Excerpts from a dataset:
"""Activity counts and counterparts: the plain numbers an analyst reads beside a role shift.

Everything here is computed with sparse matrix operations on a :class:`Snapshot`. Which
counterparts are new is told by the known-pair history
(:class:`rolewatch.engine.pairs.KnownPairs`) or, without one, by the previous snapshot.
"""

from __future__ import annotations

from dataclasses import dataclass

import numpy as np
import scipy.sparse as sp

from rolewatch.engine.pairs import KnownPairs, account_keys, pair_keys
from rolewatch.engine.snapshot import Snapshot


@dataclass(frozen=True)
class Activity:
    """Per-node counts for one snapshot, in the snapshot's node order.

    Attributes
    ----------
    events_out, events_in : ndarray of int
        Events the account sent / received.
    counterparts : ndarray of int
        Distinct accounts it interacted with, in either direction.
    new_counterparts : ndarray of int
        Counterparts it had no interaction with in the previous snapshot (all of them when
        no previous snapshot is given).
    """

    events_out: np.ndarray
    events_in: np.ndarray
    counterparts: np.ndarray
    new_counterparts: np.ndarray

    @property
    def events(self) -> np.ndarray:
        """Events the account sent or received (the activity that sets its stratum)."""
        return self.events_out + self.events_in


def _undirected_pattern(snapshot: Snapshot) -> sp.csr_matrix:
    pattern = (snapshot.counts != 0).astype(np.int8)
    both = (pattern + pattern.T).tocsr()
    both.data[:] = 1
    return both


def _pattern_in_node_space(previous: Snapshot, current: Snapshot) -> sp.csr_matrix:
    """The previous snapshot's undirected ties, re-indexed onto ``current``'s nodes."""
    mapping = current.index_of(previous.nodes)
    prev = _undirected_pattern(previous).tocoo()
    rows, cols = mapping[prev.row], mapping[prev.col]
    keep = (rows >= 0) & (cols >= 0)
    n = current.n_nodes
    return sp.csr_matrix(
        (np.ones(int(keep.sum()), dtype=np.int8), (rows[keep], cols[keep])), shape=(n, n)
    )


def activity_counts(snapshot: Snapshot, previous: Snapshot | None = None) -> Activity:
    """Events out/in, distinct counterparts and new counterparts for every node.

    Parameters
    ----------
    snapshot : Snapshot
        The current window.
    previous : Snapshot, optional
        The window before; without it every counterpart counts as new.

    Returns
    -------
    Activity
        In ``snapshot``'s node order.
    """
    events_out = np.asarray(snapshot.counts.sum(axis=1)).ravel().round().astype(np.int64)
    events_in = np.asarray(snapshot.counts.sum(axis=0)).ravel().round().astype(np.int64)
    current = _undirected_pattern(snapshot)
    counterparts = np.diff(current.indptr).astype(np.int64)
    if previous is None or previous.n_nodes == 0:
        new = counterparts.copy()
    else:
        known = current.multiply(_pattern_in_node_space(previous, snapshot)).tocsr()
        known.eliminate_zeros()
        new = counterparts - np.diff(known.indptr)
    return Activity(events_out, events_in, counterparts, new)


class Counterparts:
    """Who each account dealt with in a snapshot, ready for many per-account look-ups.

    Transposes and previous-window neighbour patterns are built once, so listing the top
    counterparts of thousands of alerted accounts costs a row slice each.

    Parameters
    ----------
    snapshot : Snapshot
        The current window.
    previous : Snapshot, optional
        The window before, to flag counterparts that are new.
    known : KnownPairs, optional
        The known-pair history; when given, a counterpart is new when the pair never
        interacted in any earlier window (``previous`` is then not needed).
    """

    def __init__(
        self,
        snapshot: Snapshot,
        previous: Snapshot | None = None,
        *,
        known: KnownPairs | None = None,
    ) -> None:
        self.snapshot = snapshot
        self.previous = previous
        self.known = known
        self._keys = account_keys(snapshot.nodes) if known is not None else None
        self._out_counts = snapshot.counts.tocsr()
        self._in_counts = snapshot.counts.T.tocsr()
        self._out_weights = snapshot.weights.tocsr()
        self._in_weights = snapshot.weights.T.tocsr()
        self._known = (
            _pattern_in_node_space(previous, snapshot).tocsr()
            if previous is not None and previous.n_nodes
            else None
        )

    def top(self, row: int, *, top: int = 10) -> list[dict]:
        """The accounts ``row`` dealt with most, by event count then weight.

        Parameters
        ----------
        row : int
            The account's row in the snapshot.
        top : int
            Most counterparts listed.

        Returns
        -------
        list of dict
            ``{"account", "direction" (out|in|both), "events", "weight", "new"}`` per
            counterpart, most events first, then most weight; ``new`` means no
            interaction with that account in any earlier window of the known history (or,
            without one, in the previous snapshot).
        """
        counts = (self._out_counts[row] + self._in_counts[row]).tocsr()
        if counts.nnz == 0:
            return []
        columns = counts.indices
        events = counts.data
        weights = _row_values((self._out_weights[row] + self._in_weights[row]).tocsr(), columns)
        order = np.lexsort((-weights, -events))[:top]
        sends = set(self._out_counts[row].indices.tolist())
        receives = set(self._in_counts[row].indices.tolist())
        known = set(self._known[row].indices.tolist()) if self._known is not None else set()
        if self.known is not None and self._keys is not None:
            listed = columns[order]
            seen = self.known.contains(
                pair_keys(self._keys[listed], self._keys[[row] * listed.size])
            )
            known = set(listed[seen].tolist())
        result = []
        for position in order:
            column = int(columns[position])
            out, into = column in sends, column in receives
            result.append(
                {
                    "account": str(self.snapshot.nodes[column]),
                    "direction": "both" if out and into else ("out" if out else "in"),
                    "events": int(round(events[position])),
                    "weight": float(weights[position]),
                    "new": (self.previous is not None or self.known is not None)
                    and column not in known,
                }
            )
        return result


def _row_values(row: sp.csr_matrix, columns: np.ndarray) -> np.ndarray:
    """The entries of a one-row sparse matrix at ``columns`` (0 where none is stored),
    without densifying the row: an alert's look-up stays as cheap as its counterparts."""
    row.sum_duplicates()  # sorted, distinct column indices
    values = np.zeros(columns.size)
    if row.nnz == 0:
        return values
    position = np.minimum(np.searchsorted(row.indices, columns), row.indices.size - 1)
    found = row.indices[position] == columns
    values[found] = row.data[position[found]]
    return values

WHAT THE TASK REQUIRES:
Provide all the records again, word for word.

REPLY TO THE TASK:
"""Activity counts and counterparts: the plain numbers an analyst reads beside a role shift.

Everything here is computed with sparse matrix operations on a :class:`Snapshot`. Which
counterparts are new is told by the known-pair history
(:class:`rolewatch.engine.pairs.KnownPairs`) or, without one, by the previous snapshot.
"""

from __future__ import annotations

from dataclasses import dataclass

import numpy as np
import scipy.sparse as sp

from rolewatch.engine.pairs import KnownPairs, account_keys, pair_keys
from rolewatch.engine.snapshot import Snapshot


@dataclass(frozen=True)
class Activity:
    """Per-node counts for one snapshot, in the snapshot's node order.

    Attributes
    ----------
    events_out, events_in : ndarray of int
        Events the account sent / received.
    counterparts : ndarray of int
        Distinct accounts it interacted with, in either direction.
    new_counterparts : ndarray of int
        Counterparts it had no interaction with in the previous snapshot (all of them when
        no previous snapshot is given).
    """

    events_out: np.ndarray
    events_in: np.ndarray
    counterparts: np.ndarray
    new_counterparts: np.ndarray

    @property
    def events(self) -> np.ndarray:
        """Events the account sent or received (the activity that sets its stratum)."""
        return self.events_out + self.events_in


def _undirected_pattern(snapshot: Snapshot) -> sp.csr_matrix:
    pattern = (snapshot.counts != 0).astype(np.int8)
    both = (pattern + pattern.T).tocsr()
    both.data[:] = 1
    return both


def _pattern_in_node_space(previous: Snapshot, current: Snapshot) -> sp.csr_matrix:
    """The previous snapshot's undirected ties, re-indexed onto ``current``'s nodes."""
    mapping = current.index_of(previous.nodes)
    prev = _undirected_pattern(previous).tocoo()
    rows, cols = mapping[prev.row], mapping[prev.col]
    keep = (rows >= 0) & (cols >= 0)
    n = current.n_nodes
    return sp.csr_matrix(
        (np.ones(int(keep.sum()), dtype=np.int8), (rows[keep], cols[keep])), shape=(n, n)
    )


def activity_counts(snapshot: Snapshot, previous: Snapshot | None = None) -> Activity:
    """Events out/in, distinct counterparts and new counterparts for every node.

    Parameters
    ----------
    snapshot : Snapshot
        The current window.
    previous : Snapshot, optional
        The window before; without it every counterpart counts as new.

    Returns
    -------
    Activity
        In ``snapshot``'s node order.
    """
    events_out = np.asarray(snapshot.counts.sum(axis=1)).ravel().round().astype(np.int64)
    events_in = np.asarray(snapshot.counts.sum(axis=0)).ravel().round().astype(np.int64)
    current = _undirected_pattern(snapshot)
    counterparts = np.diff(current.indptr).astype(np.int64)
    if previous is None or previous.n_nodes == 0:
        new = counterparts.copy()
    else:
        known = current.multiply(_pattern_in_node_space(previous, snapshot)).tocsr()
        known.eliminate_zeros()
        new = counterparts - np.diff(known.indptr)
    return Activity(events_out, events_in, counterparts, new)


class Counterparts:
    """Who each account dealt with in a snapshot, ready for many per-account look-ups.

    Transposes and previous-window neighbour patterns are built once, so listing the top
    counterparts of thousands of alerted accounts costs a row slice each.

    Parameters
    ----------
    snapshot : Snapshot
        The current window.
    previous : Snapshot, optional
        The window before, to flag counterparts that are new.
    known : KnownPairs, optional
        The known-pair history; when given, a counterpart is new when the pair never
        interacted in any earlier window (``previous`` is then not needed).
    """

    def __init__(
        self,
        snapshot: Snapshot,
        previous: Snapshot | None = None,
        *,
        known: KnownPairs | None = None,
    ) -> None:
        self.snapshot = snapshot
        self.previous = previous
        self.known = known
        self._keys = account_keys(snapshot.nodes) if known is not None else None
        self._out_counts = snapshot.counts.tocsr()
        self._in_counts = snapshot.counts.T.tocsr()
        self._out_weights = snapshot.weights.tocsr()
        self._in_weights = snapshot.weights.T.tocsr()
        self._known = (
            _pattern_in_node_space(previous, snapshot).tocsr()
            if previous is not None and previous.n_nodes
            else None
        )

    def top(self, row: int, *, top: int = 10) -> list[dict]:
        """The accounts ``row`` dealt with most, by event count then weight.

        Parameters
        ----------
        row : int
            The account's row in the snapshot.
        top : int
            Most counterparts listed.

        Returns
        -------
        list of dict
            ``{"account", "direction" (out|in|both), "events", "weight", "new"}`` per
            counterpart, most events first, then most weight; ``new`` means no
            interaction with that account in any earlier window of the known history (or,
            without one, in the previous snapshot).
        """
        counts = (self._out_counts[row] + self._in_counts[row]).tocsr()
        if counts.nnz == 0:
            return []
        columns = counts.indices
        events = counts.data
        weights = _row_values((self._out_weights[row] + self._in_weights[row]).tocsr(), columns)
        order = np.lexsort((-weights, -events))[:top]
        sends = set(self._out_counts[row].indices.tolist())
        receives = set(self._in_counts[row].indices.tolist())
        known = set(self._known[row].indices.tolist()) if self._known is not None else set()
        if self.known is not None and self._keys is not None:
            listed = columns[order]
            seen = self.known.contains(
                pair_keys(self._keys[listed], self._keys[[row] * listed.size])
            )
            known = set(listed[seen].tolist())
        result = []
        for position in order:
            column = int(columns[position])
            out, into = column in sends, column in receives
            result.append(
                {
                    "account": str(self.snapshot.nodes[column]),
                    "direction": "both" if out and into else ("out" if out else "in"),
                    "events": int(round(events[position])),
                    "weight": float(weights[position]),
                    "new": (self.previous is not None or self.known is not None)
                    and column not in known,
                }
            )
        return result


def _row_values(row: sp.csr_matrix, columns: np.ndarray) -> np.ndarray:
    """The entries of a one-row sparse matrix at ``columns`` (0 where none is stored),
    without densifying the row: an alert's look-up stays as cheap as its counterparts."""
    row.sum_duplicates()  # sorted, distinct column indices
    values = np.zeros(columns.size)
    if row.nnz == 0:
        return values
    position = np.minimum(np.searchsorted(row.indices, columns), row.indices.size - 1)
    found = row.indices[position] == columns
    values[found] = row.data[position[found]]
    return values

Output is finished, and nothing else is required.